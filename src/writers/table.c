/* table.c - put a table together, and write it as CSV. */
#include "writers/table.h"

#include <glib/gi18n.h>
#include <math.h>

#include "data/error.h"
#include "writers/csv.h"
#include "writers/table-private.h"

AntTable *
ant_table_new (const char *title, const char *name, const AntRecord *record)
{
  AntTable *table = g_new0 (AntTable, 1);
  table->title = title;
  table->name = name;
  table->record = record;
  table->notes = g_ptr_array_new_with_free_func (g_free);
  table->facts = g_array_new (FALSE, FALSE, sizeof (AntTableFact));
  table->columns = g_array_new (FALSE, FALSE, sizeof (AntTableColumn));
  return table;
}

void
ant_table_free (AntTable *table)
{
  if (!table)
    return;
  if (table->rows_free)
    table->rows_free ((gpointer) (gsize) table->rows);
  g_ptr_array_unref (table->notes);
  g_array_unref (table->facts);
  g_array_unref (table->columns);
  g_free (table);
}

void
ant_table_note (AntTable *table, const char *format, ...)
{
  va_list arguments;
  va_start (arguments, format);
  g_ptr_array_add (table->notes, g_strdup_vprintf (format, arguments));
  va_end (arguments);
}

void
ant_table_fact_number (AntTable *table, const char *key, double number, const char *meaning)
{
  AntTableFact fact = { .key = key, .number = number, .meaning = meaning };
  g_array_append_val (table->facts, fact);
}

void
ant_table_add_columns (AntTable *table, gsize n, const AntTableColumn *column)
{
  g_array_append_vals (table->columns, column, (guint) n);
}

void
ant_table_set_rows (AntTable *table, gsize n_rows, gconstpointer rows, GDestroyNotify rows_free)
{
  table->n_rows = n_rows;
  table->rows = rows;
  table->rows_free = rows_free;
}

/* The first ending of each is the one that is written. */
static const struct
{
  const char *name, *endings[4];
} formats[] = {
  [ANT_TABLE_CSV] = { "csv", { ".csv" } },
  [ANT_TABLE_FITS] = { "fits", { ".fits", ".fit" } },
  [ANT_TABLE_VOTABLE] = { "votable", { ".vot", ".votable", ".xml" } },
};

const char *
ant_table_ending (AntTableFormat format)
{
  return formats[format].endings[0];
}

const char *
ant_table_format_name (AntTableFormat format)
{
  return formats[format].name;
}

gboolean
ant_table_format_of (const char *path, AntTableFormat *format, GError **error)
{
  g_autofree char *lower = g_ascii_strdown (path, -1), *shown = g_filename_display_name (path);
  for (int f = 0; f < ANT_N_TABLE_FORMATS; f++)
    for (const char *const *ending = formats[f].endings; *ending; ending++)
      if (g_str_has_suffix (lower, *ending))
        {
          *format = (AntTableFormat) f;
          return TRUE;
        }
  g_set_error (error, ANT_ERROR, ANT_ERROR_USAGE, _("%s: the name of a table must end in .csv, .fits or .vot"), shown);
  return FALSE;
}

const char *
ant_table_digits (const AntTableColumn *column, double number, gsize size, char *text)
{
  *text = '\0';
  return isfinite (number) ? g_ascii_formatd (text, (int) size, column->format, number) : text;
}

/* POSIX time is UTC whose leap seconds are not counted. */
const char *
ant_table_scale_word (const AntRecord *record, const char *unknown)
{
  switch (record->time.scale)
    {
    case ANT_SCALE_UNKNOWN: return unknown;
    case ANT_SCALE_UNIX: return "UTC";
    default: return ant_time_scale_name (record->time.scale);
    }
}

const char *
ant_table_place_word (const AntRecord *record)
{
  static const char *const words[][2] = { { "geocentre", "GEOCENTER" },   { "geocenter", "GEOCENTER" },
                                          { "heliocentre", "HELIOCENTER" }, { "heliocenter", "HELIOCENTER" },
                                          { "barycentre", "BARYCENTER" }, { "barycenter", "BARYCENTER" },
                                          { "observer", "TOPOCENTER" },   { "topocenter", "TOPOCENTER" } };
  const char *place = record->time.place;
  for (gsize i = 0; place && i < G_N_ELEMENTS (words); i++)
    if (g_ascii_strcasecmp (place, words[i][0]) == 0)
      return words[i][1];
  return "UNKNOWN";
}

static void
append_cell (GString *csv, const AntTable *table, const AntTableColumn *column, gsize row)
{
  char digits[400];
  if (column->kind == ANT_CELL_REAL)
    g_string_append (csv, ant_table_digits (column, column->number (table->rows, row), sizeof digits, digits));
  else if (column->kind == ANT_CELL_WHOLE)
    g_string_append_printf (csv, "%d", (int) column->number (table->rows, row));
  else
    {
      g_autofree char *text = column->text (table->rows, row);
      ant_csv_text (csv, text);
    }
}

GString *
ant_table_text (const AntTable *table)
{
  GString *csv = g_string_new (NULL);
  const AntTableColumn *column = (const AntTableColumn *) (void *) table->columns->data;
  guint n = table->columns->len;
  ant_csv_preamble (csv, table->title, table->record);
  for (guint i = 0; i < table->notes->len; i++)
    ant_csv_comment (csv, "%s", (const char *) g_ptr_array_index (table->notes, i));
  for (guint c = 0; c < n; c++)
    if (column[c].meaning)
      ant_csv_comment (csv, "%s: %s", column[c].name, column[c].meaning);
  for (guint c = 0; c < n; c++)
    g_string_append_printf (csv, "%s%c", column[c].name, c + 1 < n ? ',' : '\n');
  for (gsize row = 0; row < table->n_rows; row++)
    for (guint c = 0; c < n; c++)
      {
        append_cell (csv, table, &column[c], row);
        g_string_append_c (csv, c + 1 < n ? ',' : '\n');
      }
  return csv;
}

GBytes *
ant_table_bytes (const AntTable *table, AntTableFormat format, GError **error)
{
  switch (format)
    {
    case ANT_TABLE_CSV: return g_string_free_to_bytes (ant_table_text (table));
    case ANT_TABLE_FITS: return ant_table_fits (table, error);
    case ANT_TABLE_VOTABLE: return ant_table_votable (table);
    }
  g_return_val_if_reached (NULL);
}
· · · · ·
= WHAT IS NEEDED =
Would you print all of the entries exactly as they stand?

= EXPECTED ANSWER =
filename src/writers/table.c
/* table.c - put a table together, and write it as CSV. */
#include "writers/table.h"

#include <glib/gi18n.h>
#include <math.h>

#include "data/error.h"
#include "writers/csv.h"
#include "writers/table-private.h"

AntTable *
ant_table_new (const char *title, const char *name, const AntRecord *record)
{
  AntTable *table = g_new0 (AntTable, 1);
  table->title = title;
  table->name = name;
  table->record = record;
  table->notes = g_ptr_array_new_with_free_func (g_free);
  table->facts = g_array_new (FALSE, FALSE, sizeof (AntTableFact));
  table->columns = g_array_new (FALSE, FALSE, sizeof (AntTableColumn));
  return table;
}

void
ant_table_free (AntTable *table)
{
  if (!table)
    return;
  if (table->rows_free)
    table->rows_free ((gpointer) (gsize) table->rows);
  g_ptr_array_unref (table->notes);
  g_array_unref (table->facts);
  g_array_unref (table->columns);
  g_free (table);
}

void
ant_table_note (AntTable *table, const char *format, ...)
{
  va_list arguments;
  va_start (arguments, format);
  g_ptr_array_add (table->notes, g_strdup_vprintf (format, arguments));
  va_end (arguments);
}

void
ant_table_fact_number (AntTable *table, const char *key, double number, const char *meaning)
{
  AntTableFact fact = { .key = key, .number = number, .meaning = meaning };
  g_array_append_val (table->facts, fact);
}

void
ant_table_add_columns (AntTable *table, gsize n, const AntTableColumn *column)
{
  g_array_append_vals (table->columns, column, (guint) n);
}

void
ant_table_set_rows (AntTable *table, gsize n_rows, gconstpointer rows, GDestroyNotify rows_free)
{
  table->n_rows = n_rows;
  table->rows = rows;
  table->rows_free = rows_free;
}

/* The first ending of each is the one that is written. */
static const struct
{
  const char *name, *endings[4];
} formats[] = {
  [ANT_TABLE_CSV] = { "csv", { ".csv" } },
  [ANT_TABLE_FITS] = { "fits", { ".fits", ".fit" } },
  [ANT_TABLE_VOTABLE] = { "votable", { ".vot", ".votable", ".xml" } },
};

const char *
ant_table_ending (AntTableFormat format)
{
  return formats[format].endings[0];
}

const char *
ant_table_format_name (AntTableFormat format)
{
  return formats[format].name;
}

gboolean
ant_table_format_of (const char *path, AntTableFormat *format, GError **error)
{
  g_autofree char *lower = g_ascii_strdown (path, -1), *shown = g_filename_display_name (path);
  for (int f = 0; f < ANT_N_TABLE_FORMATS; f++)
    for (const char *const *ending = formats[f].endings; *ending; ending++)
      if (g_str_has_suffix (lower, *ending))
        {
          *format = (AntTableFormat) f;
          return TRUE;
        }
  g_set_error (error, ANT_ERROR, ANT_ERROR_USAGE, _("%s: the name of a table must end in .csv, .fits or .vot"), shown);
  return FALSE;
}

const char *
ant_table_digits (const AntTableColumn *column, double number, gsize size, char *text)
{
  *text = '\0';
  return isfinite (number) ? g_ascii_formatd (text, (int) size, column->format, number) : text;
}

/* POSIX time is UTC whose leap seconds are not counted. */
const char *
ant_table_scale_word (const AntRecord *record, const char *unknown)
{
  switch (record->time.scale)
    {
    case ANT_SCALE_UNKNOWN: return unknown;
    case ANT_SCALE_UNIX: return "UTC";
    default: return ant_time_scale_name (record->time.scale);
    }
}

const char *
ant_table_place_word (const AntRecord *record)
{
  static const char *const words[][2] = { { "geocentre", "GEOCENTER" },   { "geocenter", "GEOCENTER" },
                                          { "heliocentre", "HELIOCENTER" }, { "heliocenter", "HELIOCENTER" },
                                          { "barycentre", "BARYCENTER" }, { "barycenter", "BARYCENTER" },
                                          { "observer", "TOPOCENTER" },   { "topocenter", "TOPOCENTER" } };
  const char *place = record->time.place;
  for (gsize i = 0; place && i < G_N_ELEMENTS (words); i++)
    if (g_ascii_strcasecmp (place, words[i][0]) == 0)
      return words[i][1];
  return "UNKNOWN";
}

static void
append_cell (GString *csv, const AntTable *table, const AntTableColumn *column, gsize row)
{
  char digits[400];
  if (column->kind == ANT_CELL_REAL)
    g_string_append (csv, ant_table_digits (column, column->number (table->rows, row), sizeof digits, digits));
  else if (column->kind == ANT_CELL_WHOLE)
    g_string_append_printf (csv, "%d", (int) column->number (table->rows, row));
  else
    {
      g_autofree char *text = column->text (table->rows, row);
      ant_csv_text (csv, text);
    }
}

GString *
ant_table_text (const AntTable *table)
{
  GString *csv = g_string_new (NULL);
  const AntTableColumn *column = (const AntTableColumn *) (void *) table->columns->data;
  guint n = table->columns->len;
  ant_csv_preamble (csv, table->title, table->record);
  for (guint i = 0; i < table->notes->len; i++)
    ant_csv_comment (csv, "%s", (const char *) g_ptr_array_index (table->notes, i));
  for (guint c = 0; c < n; c++)
    if (column[c].meaning)
      ant_csv_comment (csv, "%s: %s", column[c].name, column[c].meaning);
  for (guint c = 0; c < n; c++)
    g_string_append_printf (csv, "%s%c", column[c].name, c + 1 < n ? ',' : '\n');
  for (gsize row = 0; row < table->n_rows; row++)
    for (guint c = 0; c < n; c++)
      {
        append_cell (csv, table, &column[c], row);
        g_string_append_c (csv, c + 1 < n ? ',' : '\n');
      }
  return csv;
}

GBytes *
ant_table_bytes (const AntTable *table, AntTableFormat format, GError **error)
{
  switch (format)
    {
    case ANT_TABLE_CSV: return g_string_free_to_bytes (ant_table_text (table));
    case ANT_TABLE_FITS: return ant_table_fits (table, error);
    case ANT_TABLE_VOTABLE: return ant_table_votable (table);
    }
  g_return_val_if_reached (NULL);
}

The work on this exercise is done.